# Trolling speed 17' and 90hp 4 stroke help



## eyedreamn (Jun 12, 2011)

All


Looking to get a new down sized boat from my fishmaster. Also looking to cut all the b.s. out and keep it simple.

Anyone here have experience running a 16 or 17' boat and trolling with a 4 stroke 60 to 90 main? What's the lowest speed without a bag. I don't do much under 1.5 mph.

I'm looking at the mercury 4 stroke 90 pm a 16.5' aluminum boat. I would of course have a mercury RPM controller. 

I know all the other way to trill with a terrova or a kicker and a tr-1. Had all that. I'm just interested in running the main if it's slow enough and adding a AP.


Thanks!


----------



## Popspastime (Apr 1, 2014)

My lowest speed without a bag is 3.8.. I use a bag


----------



## backfar (Sep 24, 2014)

The pitch of prop will effect the trolling speed...but i would be surprised if you could get down to 1.5 sog without bags or a happy troller..


----------



## eyedreamn (Jun 12, 2011)

Popspastime said:


> My lowest speed without a bag is 3.8.. I use a bag



What size
Boat 
Motor
Rpm controller?


Thanks


----------



## eyedreamn (Jun 12, 2011)

backfar said:


> The pitch of prop will effect the trolling speed...but i would be surprised if you could get down to 1.5 sog without bags or a happy troller..


What size
Boat 
Motor
Rpm controller?

Thanks


----------



## backfar (Sep 24, 2014)

23ft searay 260 hp , slowest it trolls without bags is 3.4..... buddy has a 17ft polarcraft with 115 yamaha and slowest it goes is 2.4...


----------



## Popspastime (Apr 1, 2014)

17.5 Lund with a 90 merc 4 stroke.. It won't go that slow..even with a RPM controller.


----------



## RMK (Feb 21, 2017)

i have a triton 1860 sc (basically just an aluminum flat bottom) with a 2004 90hp 2 stroke yamaha. i can get down to 2.0 maybe a tiny bit slower w/out bags


----------



## bustedrod (May 13, 2015)

16 ft crestliner 90 hp merc 3.8 is slow as I want to go , water slows down to much at pee stream. 650rpm.


----------



## Raider16 (Oct 19, 2016)

First post on ogf.
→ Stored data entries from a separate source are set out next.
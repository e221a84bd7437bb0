/**
 * The total pressure of a duct solution at every dof. The solver launches the incident mode by a
 * total-field / scattered-field split (engine/assembly/injection.ts): upstream of the split plane its
 * unknowns are the scattered (reflected) field only. For a picture of the pressure in the duct the
 * incident mode is added back there, the same wave the solver launched (engine/solve/duct.ts):
 * p_inc = A·cos(mπ(y − y0)/a)·cos(nπ(z − z0)/b)·e^{−j k_x (x − x_in)} inside the inlet's cross-section.
 */
import type { Prepared } from '../../../engine/solve/scenario.ts';
import { modeWavenumber } from '../../../engine/solve/duct.ts';
import type { ComplexVector } from '../../../engine/linalg/sparse.ts';

export function totalField(p: Prepared, frequencyHz: number, u: ComplexVector): ComplexVector {
  if (p.kind !== 'duct') return u;
  const { model, xyz, onTotalSide } = p.duct, { inlet } = model, r = inlet.rect;
  const [m, n] = model.incident.mode, amp = model.incident.amplitude, a = r.y1 - r.y0, b = r.z1 - r.z0;
  const k = (2 * Math.PI * frequencyHz) / model.soundSpeed, kx = modeWavenumber(k, r, m, n);
  if (kx.im !== 0) return u; // an evanescent incident mode was refused by the solver: nothing to add
  const re = Float64Array.from(u.re), im = Float64Array.from(u.im), tol = 1e-9;
  for (let i = 0; i < re.length; i++) {
    if (onTotalSide[i]) continue;
    const x = xyz[3 * i], y = xyz[3 * i + 1], z = xyz[3 * i + 2];
    if (x < inlet.x - tol || y < r.y0 - tol || y > r.y1 + tol || z < r.z0 - tol || z > r.z1 + tol) continue;
    const s = amp * Math.cos((m * Math.PI * (y - r.y0)) / a) * Math.cos((n * Math.PI * (z - r.z0)) / b), ph = -kx.re * (x - inlet.x);
    re[i] += s * Math.cos(ph);
    im[i] += s * Math.sin(ph);
  }
  return { re, im };
}
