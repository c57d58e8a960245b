// The invented match of tools/examples/embed_c.c, driven through the C++ engine from an installed
// prefix: every event goes through the wire codec (encoded to FlatBuffers, verified, decoded)
// before the match applies it, and each line is printed exactly as embed_c prints it, so the
// packaging test compares the two outputs byte for byte.
#include <cstdio>
#include <cstdlib>

#include "liveprob/core/match.hpp"
#include "liveprob/protocol/feed_codec.hpp"
#include "liveprob/wire/feed_generated.h"  // installed generated header: the schema's identifier

using namespace liveprob::core;

namespace {

std::uint64_t next_seq = 1;

MatchClock at(Period period, double minute) {
    return MatchClock{period, static_cast<std::uint32_t>(minute * 60000.0)};
}

void print_bar(const Match& match, const char* what) {
    const Outputs& out = match.outputs();
    std::printf("%-28s %3u' %d-%d  home %.12f  draw %.12f  away %.12f  next-goal-none %.12f\n",
                what, static_cast<unsigned>(out.clock.clock_ms / 60000u), out.home_goals,
                out.away_goals, out.p_home, out.p_draw, out.p_away, out.next_goal_none);
}

void apply(Match& match, MatchClock clock, MessageBody body, const char* what) {
    InboundMessage m;
    m.header.match_id = match.match_id();
    m.header.source_seq = next_seq++;
    m.header.clock = clock;
    m.body = std::move(body);
    const auto bytes = liveprob::protocol::encode_feed_message(m);
    if (!liveprob::wire::FeedMessageBufferHasIdentifier(bytes.data())) {
        std::fprintf(stderr, "embed_cpp: %s: no feed identifier\n", what);
        std::exit(1);
    }
    const auto decoded = liveprob::protocol::decode_feed_message(bytes);
    if (!decoded.message) {
        std::fprintf(stderr, "embed_cpp: %s: %s\n", what, decoded.detail.c_str());
        std::exit(1);
    }
    const ApplyResult result = match.apply(*decoded.message);
    if (result.verdict == Verdict::rejected) {
        std::printf("%-28s rejected: %s\n", what, reject_reason_name(result.reason));
        return;
    }
    print_bar(match, what);
}

}  // namespace

int main() {
    MatchSetup setup;
    setup.prior = PriorMeans{1.55, 1.05};  // invented demo values, as embed_c
    Match match(2024, setup);
    print_bar(match, "before kick-off");
    apply(match, at(Period::first_half, 0), PeriodStart{Period::first_half}, "kick-off");
    apply(match, at(Period::first_half, 23), Goal{Side::away, false, false}, "away goal");
    for (double minute = 30; minute <= 45; minute += 5)
        if (match.advance_to(at(Period::first_half, minute))) print_bar(match, "clock runs");
    apply(match, at(Period::first_half, 47), PeriodEnd{Period::first_half}, "half-time");
    apply(match, at(Period::second_half, 45), PeriodStart{Period::second_half}, "second half");
    apply(match, at(Period::second_half, 60), RedCard{Side::away, false}, "away red card");
    apply(match, at(Period::second_half, 78), Goal{Side::home, true, false}, "home penalty goal");
    for (double minute = 80; minute <= 90; minute += 5) {
        (void)match.advance_to(at(Period::second_half, minute));
        print_bar(match, "clock runs");
    }
    apply(match, at(Period::second_half, 91), ShootoutKick{Side::home, false},
          "a kick outside a shoot-out");
    apply(match, at(Period::second_half, 95), FinalWhistle{}, "final whistle");
    return 0;
}
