// How serve and the gateway write their log: "text" (spdlog's default lines, for people) or
// "json" (one JSON object per line, for a log collector):
//   {"time":"2026-05-01T19:04:05.123456Z","level":"warning","message":"..."}
// The message is escaped as a JSON string, so any text a log line carries stays one line.
#pragma once

#include <array>
#include <string_view>

namespace liveprob::monitoring {

inline constexpr std::array<std::string_view, 2> kLogFormats = {"text", "json"};

// Applies one of kLogFormats to the default logger; throws std::invalid_argument for others.
void use_log_format(std::string_view format);

}  // namespace liveprob::monitoring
I have a Lund 1675 impact with merc four stroke 90 hp. Trolls down to 2.3 on gps (no rpm controller) hope this helps


----------



## eyedreamn (Jun 12, 2011)

Hleps


Raider16 said:


> First post on ogf. I have a Lund 1675 impact with merc four stroke 90 hp. Trolls down to 2.3 on gps (no rpm controller) hope this helps


Helps! Thanks


----------



## eyedreamn (Jun 12, 2011)

Raider 


Raider16 said:


> First post on ogf. I have a Lund 1675 impact with merc four stroke 90 hp. Trolls down to 2.3 on gps (no rpm controller) hope this helps


Raider16 how is the noise when you troll down with it? Ok to listen to all day?


----------



## thebige22 (Oct 26, 2007)

I have a 17 ft Alumacraft deep-V with a 90 HP Optimax and the slowest I can go is 2.5-2.7 mph.


----------



## Raider16 (Oct 19, 2016)

Very quiet, I troll for musky for hours on end and don’t even notice the engine. I can listen to my radio at a low volume no problem. I bought the rig new in 14’ and have had zero problem, and no exhaust smell at all, very happy so far


----------



## eyedreamn (Jun 12, 2011)

T


Raider16 said:


> Very quiet, I troll for musky for hours on end and don’t even notice the engine. I can listen to my radio at a low volume no problem. I bought the rig new in 14’ and have had zero problem, and no exhaust smell at all, very happy so far


Thanks Raider! I'm about to pull the trigger on the sake motor and your input helps


----------



## Raider16 (Oct 19, 2016)

I have no regrets, good luck on your motor


----------



## ezbite (May 25, 2006)

16.5 lund, 60 hp honda 4 stroke. no bag, 2.2-2.4 just got bags this week, will know if I need one or 2 bags to get down slower when I go next week.


----------



## Raider16 (Oct 19, 2016)

ezbite said:


> 16.5 lund, 60 hp honda 4 stroke. no bag, 2.2-2.4 just got bags this week, will know if I need one or 2 bags to get down slower when I go next week.


Your boat sounds like it trolls similar to my Lund 1675, I use 2 bags only because it’s easier to control the boat (I put them out on the sides) 1 bag slows it down to 1.4 1.6 but tough to steer and hold the course


----------



## Popspastime (Apr 1, 2014)

ezbite said:


> 16.5 lund, 60 hp honda 4 stroke. no bag, 2.2-2.4 just got bags this week, will know if I need one or 2 bags to get down slower when I go next week.


Run 1 on each side, helps with the steering. I use the trolling motor now to steer and the big motor to push. Tie them off the front mid cleats and there out of the way. What I like about using the bags is you can bump the idol UP instead of down helping on oil pressure, charging, and cooling. Too each's own.


----------



## ezbite (May 25, 2006)

I planned on using both bags, ive got this variable speed trolling feature in my throttle control that bumps the rpm by 50 when you push the button, it's actually pretty cool.


----------



## eyedreamn (Jun 12, 2011)

ezbite said:


> I planned on using both bags, ive got this variable speed trolling feature in my throttle control that bumps the rpm by 50 when you push the button, it's actually pretty cool.



What controller did you get for you main?


----------



## ezbite (May 25, 2006)

I don't know if it has a specific name, the dealer told me its a new feature built in the controller. if I remember correctly, he said its the first year Honda offered it for the BP60 remote steer. guess its been out a while for tiller models.


----------



## c. j. stone (Sep 24, 2006)

Thinking a lighter aluminum boat pushed by substantial hp, even at/near idle speed is going to move much faster than a similar FG boat with more weight/mass(simple physics)!


----------